This is an archive of the discontinued Mercurial Phabricator instance.

perftweaks: store rev to node mapping for preloading
Needs RevisionPublic

Authored by mbthomas on Aug 22 2017, 8:46 AM.
Tags
None
Subscribers

Details

Reviewers
durham
Group Reviewers
Restricted Project
Summary

Change perftweaks to store the node-to-rev mapping for interesting
revisions, rather than just the rev numbers.

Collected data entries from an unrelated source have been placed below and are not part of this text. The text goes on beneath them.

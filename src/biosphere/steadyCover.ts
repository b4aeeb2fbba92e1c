import { div, max, mul, sub } from "../graph/operations.ts";
import { defineLaw } from "../law/defineLaw.ts";
import { parabola, parabolaPorts } from "./parabola.ts";

/**
 * Share of the surface that one species of plants holds when it neither spreads nor retreats:
 * a = max(0, p − γ/β), β = max(0, 1 − ((T − best)/halfWidth)²), with p = available and γ = deathRate.
 * It is the cover at which growth on the ground that is left, β·(p − a), makes up for the deaths, γ; without growth it is 0.
 * Written a = p·(1 − c/max(β, c)) with c = γ/p, which is the same and finite everywhere: where β > c it is p − γ/β, and
 * elsewhere c/c = 1 and the cover exactly 0. A kink where the cover sets in.
 * Temperatures in K from 0 to 10⁵, the half-width from 10⁻⁶ K; deathRate over the greatest growth rate and
 * available from 10⁻⁶ to 1. Errors: as for every law. Source: Watson & Lovelock 1983, Tellus 35B, 284 (295.5
 * K, 17.5 K, 0.3, 1).
 */
export const steadyCover = /* @__PURE__ */ defineLaw({
  name: "steadyCover",
  about: "Share of the surface that one species of plants holds when growth and death are in balance.",
  output: { symbol: "a", unit: "1", within: [0, 1], about: "share of the surface" },
  inputs: /* @__PURE__ */ parabolaPorts({
    deathRate: {
      symbol: "γ",
      unit: "1",
      within: [1e-6, 1],
      about: "death rate over the greatest growth rate",
    },
    available: {
      symbol: "p",
      unit: "1",
      within: [1e-6, 1],
      about: "share of the surface that it can hold",
    },
  }),
  source: "Watson & Lovelock 1983, Tellus 35B, 284 (doi:10.1111/j.1600-0889.1983.tb00031.x)",
  write({ deathRate, available, ...around }) {
    const leastGrowth = div(deathRate, available);
    const growth = max(parabola(around), leastGrowth);
    return mul(available, sub(1, div(leastGrowth, growth)));
  },
});
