// Errors in ulps against tables made with mpmath (tests/reference/scripts/make_elementary.py), in five
// regimes each. The bounds are the proved ones (tests/reference/scripts/prove_elementary.py).
import { createHash } from "node:crypto";
import fs from "node:fs";
import { describe, expect, it, test } from "vitest";
import proof from "../reference/elementary/bounds.json" with { type: "json" };
import { fingerprint } from "../reference/scripts/elementary/dump.mjs";
import { every } from "./every.ts";
import { errorInUlps, next, previous, readTable } from "./ulps.ts";

const bounds: Record<string, { normal: number; subnormal?: number }> = proof.bounds;
/** The tables give the exact result to within this many ulps. */
const TABLE_ERROR = 0.5e-5;

const cases = Object.entries(every).flatMap(([name, evaluate]) =>
  [...readTable(name)].map(([regime, rows]) => ({ name, regime, rows, evaluate })),
);

test("every function has a table of five regimes", () => {
  expect(cases).toHaveLength(5 * Object.keys(every).length);
  for (const { name, rows } of cases) expect(rows).toHaveLength(name === "power" ? 120 : 200);
});

test.each(cases)("$name: $regime", ({ name, regime, rows, evaluate }) => {
  const { normal, subnormal } = bounds[name] ?? { normal: 0 };
  const bound = regime === "subnormal results" ? (subnormal ?? 0) : normal;
  const worst = Math.max(...rows.map((row) => errorInUlps(evaluate(row.arguments), row)));
  expect(worst).toBeLessThan(bound + TABLE_ERROR);
  // the best that a double can do is half an ulp: a measure that finds much less has not measured
  expect(worst).toBeGreaterThan(0.4);
});

describe("the measure", () => {
  const rows = cases.flatMap((it) => it.rows);

  it("sees one step to either side", () => {
    const shifted = rows.flatMap((row) =>
      [next(row.result), previous(row.result)].map((x) => errorInUlps(x, row)),
    );
    expect(Math.min(...shifted)).toBeGreaterThan(0.49);
  });

  it("finds a rounded result within half an ulp", () => {
    const errors = rows.map((row) => errorInUlps(row.result, row));
    expect(Math.max(...errors)).toBeLessThan(0.5 + TABLE_ERROR);
  });

  it("counts in the smaller steps below a power of two", () => {
    const below = { arguments: [], result: 1, missing: -0.25 };
    expect(errorInUlps(1, below)).toBe(0.25);
    expect(errorInUlps(previous(1), below)).toBe(0.75);
    expect(errorInUlps(next(1), below)).toBe(2.25);
    expect(errorInUlps(next(1), { ...below, missing: 0.25 })).toBe(0.75);
    expect(errorInUlps(next(-1), { arguments: [], result: -1, missing: 0.25 })).toBe(0.75);
  });
});

test("the proved bounds belong to these sources", () => {
  // otherwise run python3 tests/reference/scripts/prove_elementary.py --write, and bring docs/elementary.md
  // up to date
  expect(proof.sources).toBe(fingerprint());
});

test("the manual states the proved bounds", () => {
  const manual = fs
    .readFileSync(new URL("../../docs/elementary.md", import.meta.url), "utf8")
    .replace(/ +/g, " ");
  for (const [name, { normal, subnormal }] of Object.entries(bounds)) {
    expect(manual).toContain(`| \`${name}\` | ${normal} | ${subnormal ?? "–"} |`);
  }
});

test("the bits are those that were released", () => {
  // the same on every engine; a change of any of them belongs in the changelog
  const hash = createHash("sha256");
  for (const { rows, evaluate } of cases) {
    hash.update(Float64Array.from(rows, (row) => evaluate(row.arguments)));
  }
  expect(hash.digest("hex").slice(0, 16)).toBe("3ec7c7ac752bac9f");
});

Previously this was used to prepopulate the changelog's node-to-rev
lookup trie, however since we only stored the revision numbers this
still required looking at the revlog index contents in order to
read out the node hash.

With these changes, the trie can be prepopulated without touching
the index.

On its own, this gives only a modest performance increase, however
when combined with using mmap for the revlog index (coming in
another diff), it gives a noticable improvment on repos with very
large revlogs, as we no longer need to touch large portions of the
revlog index on every invocation.

When loading the cache data, we check that the rev numbers are
in range for the revlog, and drop any entries that are out of
range. The assumption is that a node hash won't be reassigned to
another rev index. The other way round ought to be ok, as the
old hash ought to be abandoned if it's no longer part of the
revlog. If there's any more checking needed, please suggest in
the review comments.

Test Plan

Re-run unit tests.
Generate cache data on a large repo and verify indexes can be
preloaded without touching the index contents.
Run with mmap change to verify perf improvement.

Diff Detail

Repository
rFBHGX Facebook Mercurial Extensions
Branch
default
Lint
Lint OK
Unit
Unit Tests OK

Event Timeline

mbthomas created this revision.Aug 22 2017, 8:46 AM
durham requested changes to this revision.Aug 24 2017, 12:58 PM

I think we want to be pretty conservative about cache invalidation initially. If we get the map wrong, we could end up reading entirely incorrect data out of the changelog and associating it with the incorrect node. A few ideas:

  • We could initially treat the cache as risky, and instead of using the data we could just confirm that the data is always correct, by comparing the getnode(rev) result with our stored node->rev. If our cache doesn't match the truth, print a ui.develwarn so we see it. Once we have confidence, we can actually use the map result instead of calling getnode(rev).
  • We should invalidate the entire cache when repo.destroyed() is called. That is the function called at the end of a strip, to let extensions perform invalidation like this.
  • Maybe we could only use the cached mappings for commits older than tip - 10000. Any node that claims to be newer than tip-10000 we could do getnode(rev) and put the actual node value in the nodemap instead. Since the The top of the changelog is where the most churn happens and where the most risk will be, this should help prevent most bad cache issues and shouldn't add much IO slow down (10k revs is only 620KB of .i file)
hgext3rd/perftweaks.py
223

Is this better than revstr, node = line.split(':')?

Also, mercurial generally avoids using _ for unused variables, because _ is already the function name for the string internationalization function. I usually use x or some such

This revision now requires changes to proceed.Aug 24 2017, 12:58 PM
quark added a subscriber: quark.Nov 21 2017, 10:21 PM

This is no longer needed after D1472.